宝典中的棋局都是出自名家之手,每盘棋皆耗时很长,故而她们没打上两局谱,一个上午就过去了。
午膳过后,疏影以为打谱的事到此为止了,不想李眠儿来了棋瘾,却是命她继续,无奈,只得纳下性子端坐几前,一黑一白地照着棋谱于棋枰上摆着棋子。
李眠儿眉尖微颦,聚精会神地盯着疏影手落的棋子,忽而唤声“慢着”,忽而又急声“下一步”,惹得疏影都跟着紧张兮兮起来。
二人正专注棋局,忽然鸢画叩门进来:“青烟妹妹,长公主派人过来,传你立归去前殿!”
李眠儿抬起来,朝鸢画身后瞧去,见是一直在长公主身边贴身伺候的卢姑姑,便起身朝她含个首。
卢姑姑面带和笑:“李姑娘,长公主请你去前殿!有客人来!”
李眠儿心内纳罕不知是何人过来仁寿宫,看样子还专要瞧瞧自己!心念一转,她先是低头看了看身上的衣服,脸上带了分犹疑:“卢姑姑,不知,我可需要换身衣服?”

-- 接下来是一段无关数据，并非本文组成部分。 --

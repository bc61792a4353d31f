//! Validation on held-out cases: window metrics, plots and the HTML report.
pub mod metrics;
pub mod plot;
pub mod report;
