/// The correction of [`free_run_correction`] (per input j, one modal block per pole, output map
/// C fitted) realised with one state per output and pole: the same transfer function
/// C (sI − A)⁻¹ B + D and, from z = 0, the same output for every input (exact, not a
/// truncation), of order 2·(modes) instead of N_INPUTS·(modes). With a dip map C_dip, its two
/// outputs are realised the same way beside C's (order 4·(modes)), C reading the first
/// states of each pole and C_dip the others.
///
/// Why it is exact: per pole, y gets Σ_j c_j x_j with x_j driven by u_j alone through the same
/// pole; ξ = Σ_j c_j x_j obeys the pole's own dynamics driven by Σ_j c_j u_j (residue form of a
/// partial-fraction expansion, e.g. Kailath, Linear Systems, 1980, §6.1). For a real pole s:
/// dξ/dt = s ξ + R u, y = ξ, R = [c_1 … c_6] (2 × 6). For a pair σ ± jω with the per-input
/// block [[σ, ω], [−ω, σ]] driven through (1, 0): ζ_j = x_j1 − j·x_j2 obeys
/// dζ_j/dt = (σ + jω) ζ_j + u_j and c_j·x_j = Re(w_j ζ_j) with w_j = c_j1 + j·c_j2, so per
/// output k the complex state ξ_k = Σ_j w_kj ζ_j = a_k + j·b_k gives
/// da_k/dt = σ a_k − ω b_k + Re(w_k)·u, db_k/dt = ω a_k + σ b_k + Im(w_k)·u, y_k = a_k.
/// The result is block diagonal with 1×1 and 2×2 blocks, which the runtime steps in O(order).
pub fn minimal_modal(poles: &[Complex64], per_input: &Correction) -> Correction {
    let (_, _, c_plain, d) = per_input
        .matrices()
        .expect("free_run_correction builds consistent matrices");
    let (c_dip_full, d_dip) = per_input
        .dip_matrices()
        .expect("free_run_correction builds consistent matrices");
    let outputs = CORRECTION_OUTPUTS.len();
    let gated = !per_input.c_dip.is_empty();
    // the channels realised: the outputs of C, then (when there is one) those of C_dip, each
    // with its own states; C and C_dip each read their own channels
    let c_full = if gated {
        let mut both = DMatrix::zeros(2 * outputs, c_plain.ncols());
        both.rows_mut(0, outputs).copy_from(&c_plain);
        both.rows_mut(outputs, outputs).copy_from(&c_dip_full);
        both
    } else {
        c_plain
    };
    let channels = c_full.nrows();
    let block: usize = poles.iter().map(|p| if p.im == 0.0 { 1 } else { 2 }).sum();
    assert_eq!(
        c_full.ncols(),
        block * N_INPUTS,
        "per-input realisation order"
    );
    let n = block * channels;
    let mut a = DMatrix::zeros(n, n);
    let mut b = DMatrix::zeros(n, N_INPUTS);
    let mut c = DMatrix::zeros(channels, n);
    // `at`: first state of this pole in each input's block; `to`: first new state of it
    let (mut at, mut to) = (0, 0);
    for p in poles {
        if p.im == 0.0 {
            for k in 0..channels {
                a[(to + k, to + k)] = p.re;
                c[(k, to + k)] = 1.0;
                for j in 0..N_INPUTS {
                    b[(to + k, j)] = c_full[(k, j * block + at)];
                }
            }
            at += 1;
            to += channels;
        } else {
            for k in 0..channels {
                let (re, im) = (to + 2 * k, to + 2 * k + 1);
                a[(re, re)] = p.re;
                a[(im, im)] = p.re;
                a[(re, im)] = -p.im;
                a[(im, re)] = p.im;
                c[(k, re)] = 1.0;
                for j in 0..N_INPUTS {
                    b[(re, j)] = c_full[(k, j * block + at)];
                    b[(im, j)] = c_full[(k, j * block + at + 1)];
                }
            }
            at += 2;
            to += 2 * channels;
        }
    }
    let (c_dip, d_dip) = if gated {
        (
            rows_of(&c.rows(outputs, outputs).into_owned()),
            rows_of(&d_dip),
        )
    } else {
        (Vec::new(), Vec::new())
    };
    Correction {
        a: rows_of(&a),
        b: rows_of(&b),
        c: rows_of(&c.rows(0, outputs).into_owned()),
        d: rows_of(&d),
        c_dip,
        d_dip,
        input_range: per_input.input_range.clone(),
    }
}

闻言,卢姑姑偏头将李眠儿上下一扫,笑了笑,道:“李姑娘本就有伤在身,来人并非外人!如此就好。无需更衣,免得牵动伤口!”
听卢姑姑这么一说,李眠儿心里大概有了数,来人应该不会是皇上、皇后之类的大贵人了!
简单收拾一下,李眠儿缓步跟在卢姑姑身后,不会便至前殿。
见到来人,李眠儿颇觉讶异,所谓无事不登三宝殿,不知从来对自己漠不关心的钟夫人今日特来仁寿宫所为何事!眼锋微扫,殿内并无方氏或李天天的身影。看来钟夫人是只身前来的!
长公主在李眠儿双脚都踏入殿门槛时,就轻笑着遥遥一招手:“你近前来!”
李眠儿依言,提步朝前走了几步。
“还是先见过你母亲吧1”李眠儿刚要给长公主屈膝行礼。却被长公主出言止住,听她如是说,李眠儿有些意外,于是抬起来头,见长公主冲她努努嘴。示意她先给钟夫人行礼,虽觉有违礼数,但也只好听令行事了!
钟夫人将长公主与李眠儿之间的眉来眼去瞅在眼里,眸中飘过一道冷光,只嘴上连称两声“不敢”,在看到李眠儿转身面向她时。还拿着茶盏的手朝前淡淡一拂:“岂能乱了尊卑,你速速给长公主请安!”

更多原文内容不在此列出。